How is the inverse of the inclusion map defined? I was looking at the answer to this question about inclusion maps and continuity.
A function is continuous if and only if its composition with the inclusion map is continuous.
The answer states that
$\iota^{-1}(U) = U \cap A$
However, how is this defined for points that are not part of $A$. In other words, it doesn't seem like you can take a function $f(A) \to X$ and invert it from $f^{-1}(X) \to A$ if the original function's range was not all of $X$.
 A: For any function $f: X \to Y$ and any  $B \subset Y$ the set $f^{-1}[B]$ (sometimes denoted $f^{-1}(B)$ in some texts), the preimage of $B$ under $f$, means by definition the set of points in $X$ with values in $B$, so $$f^{-1}[B] = \{x \in X: f(x) \in B\}$$
You should already know it, as continuity between topological spaces is defined as the fact that for any open subset $U$ of $Y$, the set $f^{-1}[U]$ is open in $X$.
It should not be confused with a function image.
When we have the inclusion $i : X \to Y$ for a situation $X \subseteq Y$, so $i(x) = x$, and we have a subset $U \subseteq Y$, then $$\{x \in X: i(x) \in U\} = \{x \in X: x \in U\} = X \cap U$$ and so if we need $i$ to be continuous this means that for every open subset $U$ of $Y$, the intersection $X \cap U$ must be open in $X$. Which is exactly the definition of the subspace topology, which is chosen minimally so that $i$ is continuous.
A: Here's an ambiguity:


*

*If $y$ is a point in the image of $f,$ then $f^{-1}(y)$ means the unique point, if any, in the domain of $f$ for which $f(x) = y.$ If there is no such point or more than one such point, then the expression $f^{-1}(y)$ is undefined.

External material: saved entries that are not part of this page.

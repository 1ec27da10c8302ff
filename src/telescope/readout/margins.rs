//! The trigger margin of an image by each pattern.

use crate::numerics::Stream;

use super::{EMPTY, LIT, RAISED, Readout, pulse_sum};

impl Readout<'_> {
    /// Sorts the touched pixels by height, falling.
    fn ordered(&mut self) -> Vec<u16> {
        let mut order = core::mem::take(&mut self.touched);
        let height = &self.height;
        order.sort_unstable_by(|a, b| {
            height[usize::from(*b)].total_cmp(&height[usize::from(*a)]).then(a.cmp(b))
        });
        order
    }

    /// Raises pixels from the highest down and joins neighbours that peak together, until a group
    /// has enough.
    pub(super) fn connected_margin(&mut self, need: usize) -> f32 {
        let order = self.ordered();
        let kind = self.kind;
        let mut margin = 0.0;
        for &pixel in &order {
            let here = usize::from(pixel);
            self.mark[here] = RAISED;
            self.parent[here] = pixel;
            self.members[here] = 1;
            let mut largest = 1;
            for &neighbour in kind.camera.neighbours(here) {
                let other = usize::from(neighbour);
                if self.mark[other] == RAISED && self.together(here, other) {
                    largest = largest.max(self.join(pixel, neighbour));
                }
            }
            if usize::from(largest) >= need {
                margin = self.height[here].max(0.0);
                break;
            }
        }
        self.touched = order;
        margin
    }

    /// The best of all compact groups whose pixels peak together.
    pub(super) fn compact_margin(&self) -> f32 {
        let mut margin = 0.0_f32;
        for &pixel in &self.touched {
            for &index in &self.groups_of[usize::from(pixel)] {
                let group = &self.groups[index as usize];
                if group[0] != pixel {
                    continue; // Counted from its first pixel.
                }
                let whole = group.iter().all(|&p| self.mark[usize::from(p)] != EMPTY);
                let pairs = || group.iter().flat_map(|a| group.iter().map(move |b| (*a, *b)));
                if whole && pairs().all(|(a, b)| self.together(a.into(), b.into())) {
                    let least = group.iter().map(|&p| self.height[usize::from(p)]);
                    margin = margin.max(least.fold(f32::INFINITY, f32::min));
                }
            }
        }
        margin
    }

    /// The n-th largest of pixels that all peak within one gate, unlit pixels included.
    pub(super) fn majority_margin(
        &mut self,
        need: usize,
        time_ns: f32,
        stream: &mut Stream,
    ) -> f32 {
        self.raised.clear();
        for &pixel in &self.touched {
            let pixel = usize::from(pixel);
            self.raised.push((self.height[pixel], self.peak_ns[pixel]));
        }
        // The highest of m equal laws, then the next below it: share u^(1/m), then u^(1/(m-1)) of
        // that, and so on.
        let mut others = self.kind.camera.pixels.len() - self.touched.len();
        let mut share = 1.0_f64;
        let most = 2 * need;
        for _ in 0..most.min(others) {
            share *= stream.uniform_positive().powf(1.0 / others as f64);
            let height = self.maxima.quantile(share);
            let time = self.noise_time(time_ns, stream);
            self.raised.push((height, time));
            others -= 1;
        }
        self.raised.sort_unstable_by(|a, b| b.0.total_cmp(&a.0).then(a.1.total_cmp(&b.1)));
        let gate = self.kind.coincidence_gate_ns as f32;
        for place in 0..self.raised.len() {
            let (height, last) = self.raised[place];
            let seen = &self.raised[..=place];
            // Every window that holds the new time begins at the time of one of its pixels.
            let full = seen.iter().any(|&(_, start)| {
                let inside = |time: f32| (start..=start + gate).contains(&time);
                inside(last) && seen.iter().filter(|(_, time)| inside(*time)).count() >= need
            });
            if full {
                return height.max(0.0);
            }
        }
        0.0
    }

    /// The largest sum of clipped heights over a pixel and its neighbours, at the peak time of one
    /// of its lit pixels.
    ///
    /// No sum exceeds that of the pixels' own clipped peaks (of the times tried): patches are tried from the highest such
    /// sum down, until even a three sigma gain by slopes cannot lift the next above the best.
    pub(super) fn patch_margin(&mut self, clip_pe: f32, stream: &mut Stream) -> f32 {
        let kind = self.kind;
        let mut patches = core::mem::take(&mut self.raised);
        patches.clear();
        for &centre in &self.touched {
            let near = kind.camera.neighbours(usize::from(centre));
            let all = || near.iter().copied().chain([centre]).map(usize::from);
            if all().all(|p| self.mark[p] != EMPTY) {
                let most = all().map(|p| self.height[p].min(clip_pe)).sum::<f32>();
                patches.push((most, f32::from(centre)));
            }
        }
        patches.sort_unstable_by(|a, b| b.0.total_cmp(&a.0).then(a.1.total_cmp(&b.1)));
        let mut margin = 0.0_f32;
        for &(most, centre) in &patches {
            let gain = 7.0 * self.noise_rms * self.noise_rms * 9.0 / (4.0 * most.max(1e-3));
            if most <= 0.0 || most + gain < margin {
                break;
            }
            let best = self.patch_sum(centre as u16, clip_pe);
            if best > 0.0 {
                let near = kind.camera.neighbours(centre as usize).iter().map(|&p| usize::from(p));
                let free = near.chain([centre as usize]).filter(|&p| self.height[p] < clip_pe);
                let free = free.count() as f32;
                margin = margin.max(best + self.slope_gain(best, free, stream));
            }
        }
        self.raised = patches;
        margin
    }

    /// The largest clipped sum of one patch at the peak time of one of its lit pixels.
    fn patch_sum(&self, centre: u16, clip_pe: f32) -> f32 {
        let near = self.kind.camera.neighbours(usize::from(centre));
        let all = || near.iter().copied().chain([centre]).map(usize::from);
        let mut best = f32::NEG_INFINITY;
        for moment in all().filter(|&p| self.mark[p] == LIT).map(|p| self.peak_ns[p]) {
            let height = |p: usize| {
                let light = self.per_pixel[p].as_slice();
                self.noise[p] + pulse_sum(light, moment, self.sigma_ns)
            };
            best = best.max(all().map(|p| height(p).min(clip_pe)).sum());
        }
        best
    }

    /// What a peak of `height` gains by noise that slopes under it: for a gaussian top of curvature
    /// height / sigma^2 and a noise slope of variance n rms^2 / (2 sigma^2), n rms^2 z^2 / (4 height).
    pub(super) fn slope_gain(&self, height: f32, pixels: f32, stream: &mut Stream) -> f32 {
        let variance = pixels * self.noise_rms * self.noise_rms;
        if height * height <= variance {
            return 0.0;
        }
        variance * (stream.normal() as f32).powi(2) / (4.0 * height)
    }

    /// Whether two pixels peak within the gate.
    fn together(&self, a: usize, b: usize) -> bool {
        let apart = (self.peak_ns[a] - self.peak_ns[b]).abs();
        f64::from(apart) <= self.kind.coincidence_gate_ns
    }

    fn root(&mut self, mut pixel: u16) -> u16 {
        while self.parent[usize::from(pixel)] != pixel {
            let up = self.parent[usize::from(self.parent[usize::from(pixel)])];
            self.parent[usize::from(pixel)] = up;
            pixel = up;
        }
        pixel
    }

    fn join(&mut self, a: u16, b: u16) -> u16 {
        let (a, b) = (self.root(a), self.root(b));
        if a != b {
            self.parent[usize::from(b)] = a;
            self.members[usize::from(a)] += self.members[usize::from(b)];
        }
        self.members[usize::from(a)]
    }
}
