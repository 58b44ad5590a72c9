import { GLITCHES_OF_KINDS, type Kind, PULSARS_OF_KINDS } from './pulsars.ts';

/** The right answers, from what was planted alone; the program's own output has no part in them. */
export interface ExpectedOfKinds {
  readonly pulsars: readonly { readonly pulsar: string; readonly kind: Kind }[];
  /** Must be confirmed, each once, and nothing else. */
  readonly glitches: readonly {
    readonly pulsar: string;
    readonly explanation: 'glitch' | 'spin-down glitch';
    readonly epochMjd: number;
    readonly epochWithinDays: number;
    readonly deltaNuOverNu: number;
    /** As a fraction of it. */
    readonly sizeWithin: number;
  }[];
}

export function expectedOfKinds(): ExpectedOfKinds {
  return {
    pulsars: PULSARS_OF_KINDS.map(({ name, kind }) => ({ pulsar: name, kind })),
    glitches: GLITCHES_OF_KINDS.map(({ pulsar, epochMjd, deltaNuOverNu }) => ({
      pulsar,
      explanation: deltaNuOverNu > 0 ? 'glitch' : 'spin-down glitch',
      epochMjd,
      // It lies between two arrivals.
      epochWithinDays: Math.max(...ofPulsar(pulsar).programme.map(({ everyNights }) => everyNights)),
      deltaNuOverNu,
      sizeWithin: deltaNuOverNu > 0 ? 0.03 : 0.15,
    })),
  };
}

function ofPulsar(name: string) {
  return PULSARS_OF_KINDS.find((pulsar) => pulsar.name === name)!;
}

*But if $B$ is a subset, rather than a member, of the image of $f,$ the $f^{-1}(B)$ means the set $A= \{\, x : f(x) \in B \,\}.$ There is no subset $B$ of the image for which $f^{-1}(B)$ is undefined. That's what you're talking about when you say $f$ is continuous if and only if for every open set $U$ in the codomain, $f^{-1}(U)$ is open in the domain.
Some writers on set theory will call this $f[B]$ as opposed to $f(B).$ This is important when $B$ is both a member and a subset of the domain, as sometimes happens in set theory. In that case $f[B]$ and $f(B)$ are different things.